Фалазар хрипло рассмеялся.
– Мы ведь так похожи с тобою, сестра моя!
– Такого брата мне не нужн...
– На нас божественное благословение минувших лет! – перебил он. – Мы дети империй, которые держали на своих плечах этот мир, пока Рим с Карфагеном лишь нечеткими идеями носились в запредельном эфире, что уж говорить о материи, о воплощении! Сестра, мы должны стать новыми мудрецами, новыми пророками последних истин – и ты прекрасно понимаешь, что в новом сражении хищных империй победит кто-то один: Персия и Македония пали. Остались только двое. Оба – порочные, грязные, варварские! Но я... нет, мы с тобой можем это исправить. Ради величия прошлого, сестра!
Фалазар размахивал руками, скалился, топал ногой.
– Таких пышных речей я не слышала уже давно, – усмехнулась Фива. – Как косно! Тебя засмеял бы любой оратор. Фалазар, неужели ты не понимаешь, что просто сотрясаешь воздух? Неужели не помнишь, как часто смеялись тебе вслед, как часто тебя избивали, а ты просил новых мазей, жил за счет порочного города?
– Такие как ты, такие как я, сестра... Фива, врачевательница, дочь Египта! Ты действительно видишь иное решение? Тебе действительно хватает духу говорить такие слова под ликом своего бога?
Фалазар взмахнул рукой, указывая на солнце. Фива перестала ухмыляться. Порой ей казалось забавным принимать игру глупого старика, обмениваться пышными репликами, только чтобы тот мог потешиться, успокоиться и, возможно, осознать что-то, посмотреть на мир не полными злобы глазами, а иначе. Но сейчас... сейчас он напоминал ей зверя; зверя – и кого-то еще.

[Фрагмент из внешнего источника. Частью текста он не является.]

import { type Knex } from 'knex';
import { type CutSheet, type SheetPart } from '#server/contracts/cut-sheets.ts';
import { scoped } from '#server/database/scoped.ts';
import { partsOfColumn } from './source-rows.ts';

/** How many of a part a sheet wants: a set of templates serves for all panels. */
export function wantedOf(part: SheetPart, quantity: number): number {
  return part === 'templates' ? 1 : quantity;
}

interface VersionRow {
  sheet_id: string;
  number: number;
  parts: string;
  quantity: number;
}
interface CountRow {
  sheet_id: string;
  version_number: number;
  part: SheetPart;
  done: number;
  scrapped: number;
}

/** How many parts of the released versions are done, sheet by sheet; sheets without a released version are left out. */
export async function progressOf(
  db: Knex,
  workshopId: string,
  sheetIds: readonly string[],
): Promise<ReadonlyMap<string, CutSheet['progress']>> {
  if (sheetIds.length === 0) return new Map();
  const scope = scoped(db, workshopId);
  const versions: VersionRow[] = await scope
    .table('cut_sheet_versions')
    .whereIn('released_sheet', sheetIds)
    .select('sheet_id', 'number', 'parts', 'quantity');
  const counts: CountRow[] = await scope
    .table('cut_progress')
    .whereIn('sheet_id', sheetIds)
    .select('sheet_id', 'version_number', 'part', 'done', 'scrapped');
  return new Map(
    versions.map(({ sheet_id, number, parts, quantity }) => {
      const own = counts.filter((row) => row.sheet_id === sheet_id && row.version_number === number);
      const progress = partsOfColumn(parts).map((part) => {
        const { done = 0, scrapped = 0 } = own.find((row) => row.part === part) ?? {};
        return { part, wanted: wantedOf(part, quantity), done, scrapped };
      });
      return [sheet_id, progress];
    }),
  );
}
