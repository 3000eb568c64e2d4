import { boatTailAngleDegOf, CST_LIMITS } from '#geometry/shapes/cst.ts';
import { NACA4_LIMITS } from '#geometry/shapes/naca4.ts';
import { type Shape } from '#geometry/shapes/shape.ts';
import { type Point } from '#geometry/point.ts';
import { formatLength, formatPercent, type Units } from '#client/app/units.ts';
import { type DimensionId } from '#client/drawing/section-dimensions.ts';
import { noseCircle, scaleOf } from '#client/drawing/section-points.ts';
import { fieldRange } from './fields.ts';
import { type HandleId, weightOf } from './handle-ids.ts';

/** What a handle says of itself: its name, its main value for a slider, and its value in words. */
interface HandleWords {
  readonly name: string;
  readonly value: number;
  readonly min: number;
  readonly max: number;
  /** Spoken: "thickness 12.4 % of chord, 27.3 mm, at 30 % chord". */
  readonly spoken: string;
  /** Beside the pointer while it is dragged. */
  readonly tag: string;
}

export function handleWords(
  shape: Shape,
  handle: HandleId,
  at: Point,
  chordMm: number,
  units: Units,
): HandleWords {
  const mm = (fraction: number, decimals = 2) => formatLength(fraction * chordMm, units, decimals);
  const weight = weightOf(handle);
  if (weight && shape.kind === 'cst') return weightWords(shape, weight, at, mm);
  if (handle === 'nose') return noseWords(shape, mm);
  if (handle === 'edge') return edgeWords(shape, mm);
  if (shape.kind === 'naca4' && handle === 'camber') {
    const { maxCamber, maxCamberPosition } = shape;
    const camber = formatPercent(maxCamber, 2);
    const position = formatPercent(maxCamber > 0 ? maxCamberPosition : at.x, 1);
    return {
      name: 'Camber and its position',
      value: 100 * maxCamber,
      ...percentRange(NACA4_LIMITS.maxCamber),
      spoken: `camber ${camber} of chord, ${mm(maxCamber)}, at ${position} chord`,
      tag: `${mm(maxCamber)} = ${camber} at ${position}`,
    };
  }
  const thickness = shape.kind === 'naca4' ? shape.maxThickness : 0;
  return {
    name:
      handle === 'thickness-lower' ? 'Thickness, at the lower surface' : 'Thickness, at the upper surface',
    value: 100 * thickness,
    ...percentRange(NACA4_LIMITS.maxThickness),
    spoken: `thickness ${formatPercent(thickness, 2)} of chord, ${mm(thickness)}, at 30 % chord`,
    tag: `${mm(thickness)} = ${formatPercent(thickness, 2)}`,
  };
}

type Millimetres = (fraction: number, decimals?: number) => string;

function weightWords(
  shape: Extract<Shape, { kind: 'cst' }>,
  { surface, index }: { surface: 'upper' | 'lower'; index: number },
  at: Point,
  mm: Millimetres,
): HandleWords {
  const weight = shape[surface][index] ?? 0;
  const { min, max } = CST_LIMITS[surface];
  const ordinate = `${mm(at.y)} at ${formatPercent(at.x, 1)}`;
  return {
    name: `Weight ${index} of the ${surface} surface`,
    value: weight,
    min,
    max,
    spoken: `weight ${weight.toFixed(4)}, ${surface} surface ${ordinate} chord`,
    tag: `${ordinate}, A${index} = ${weight.toFixed(4)}`,
  };
}

function noseWords(shape: Shape, mm: Millimetres): HandleWords {
  const { radius } = noseCircle(shape);
  const follows = shape.kind === 'naca4' ? `, thickness ${formatPercent(shape.maxThickness, 2)}` : '';
  const range =
    shape.kind === 'naca4' ? fieldRange(shape, 'noseRadius') : { min: 0, max: CST_LIMITS.upper.max ** 2 / 2 };
  return {
    name: 'Nose radius',
    value: Number((100 * radius).toFixed(4)),
    min: Number((100 * range.min).toFixed(4)),
    max: Number((100 * range.max).toFixed(4)),
    spoken: `nose radius ${formatPercent(radius, 2)} of chord, ${mm(radius)}${follows}`,
    tag: `R ${mm(radius)} = ${formatPercent(radius, 2)}${follows}`,
  };
}

function edgeWords(shape: Shape, mm: Millimetres): HandleWords {
  const open = shape.kind === 'naca4' ? shape.trailingEdge === 'open' : shape.trailingEdgeGap > 0;
  if (shape.kind === 'naca4') {
    const words = `trailing edge ${open ? 'open' : 'closed'}`;
    return { name: 'Open trailing edge', value: open ? 1 : 0, min: 0, max: 1, spoken: words, tag: words };
  }
  const gap = shape.trailingEdgeGap * scaleOf(shape);
  const angles = (['upper', 'lower'] as const).map(
    (surface) => `${boatTailAngleDegOf(shape, surface).toFixed(1)}°`,
  );
  return {
    name: 'Trailing-edge gap',
    value: 100 * gap,
    ...percentRange(CST_LIMITS.trailingEdgeGap),
    spoken: `trailing-edge gap ${formatPercent(gap, 2)} of chord, ${mm(gap)}, boat-tail angles ${angles.join(' and ')}`,
    tag: `gap ${mm(gap)} = ${formatPercent(gap, 2)}`,
  };
}

function percentRange({ min, max }: { readonly min: number; readonly max: number }): {
  min: number;
  max: number;
} {
  return { min: 100 * min, max: 100 * max };
}

/** The dimensions that a handle moves: they are drawn in the accent while it is in hand. */
export function dimensionsOf(handle: HandleId | null, shape: Shape): readonly DimensionId[] {
  if (handle === null) return [];
  switch (handle) {
    case 'camber':
      return ['maxCamber', 'maxCamberPosition'];
    case 'thickness-upper':
    case 'thickness-lower':
      return ['maxThickness', 'noseRadius'];
    case 'nose':
      return shape.kind === 'naca4' ? ['noseRadius', 'maxThickness'] : ['noseRadius'];
    case 'edge':
      return ['trailingEdgeGap'];
    default: {
      const weight = weightOf(handle);
      if (!weight || shape.kind !== 'cst') return [];
      if (weight.index === 0) return ['noseRadius'];
      return weight.index === shape[weight.surface].length - 1 ? [`boatTail-${weight.surface}`] : [];
    }
  }
}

– Лик моего бога давно не там, – вздохнула она. – Он рассыпался среди звезд. Да, Фалазар, я вижу иные решения. Множество – правильные или нет, они лучше твоего. Каждое – лучше. Дорогами забвения ты не придешь к звездам – только отдалишься от них. Перестань скорбеть по прошлому. – Фива рассмеялась. – Ну что, оправдываю твои ожидания? Как тебе такой высокий слог?
Фалазар вздохнул. Пригладил бороду все еще перевязанной рукой.
– Мне ведь не просто далось решение! Я всегда видел в тебе, сестра, мудрую дочь великого народа – и до сих пор верю, что не ошибался, что благородные мысли твои спутали хитрецы-карфагеняне, оскверняющие все, к чему прикасаются. Но я скорблю по тебе, сестра моя! По тебе, рожденной древностью, павшей под натиском империй-выскочек, которые, словно буйные стада, вытаптывают всё копытами, неся только скорбь и гибель!
Последнее он выкрикнул нечеловеческим голосом. И она вдруг поняла, что смутило в его виде, – потный, с растрепанными волосами, озлобленный, брызжущий слюной и словно постаревший еще сильнее, он перестал вызывать всякое сострадание, напомнил его.
Одно из чудовищ-воспоминаний, что страшнее и опаснее – Фива знала – многоголовых детей Атагартис[89], поднялось из глубин памяти. Тогда она только-только спустилась с корабля на землю Карфагена, попрощалась с разговорчивыми торговцами и бродила по улицам, не зная, куда податься, как заявить о своих талантах, – дома, пока родители с сестрами были живы, пока не погубила их водянка, что глупцы лечили чудодейственным индийским камнем[90], а после не верили весам, все говорили ей о талантах непомерных. И здесь, в городе-гиганте, в городе, как ей шепнули на палубе, ломающем кости всякому мечтателю, были открыты многие пути.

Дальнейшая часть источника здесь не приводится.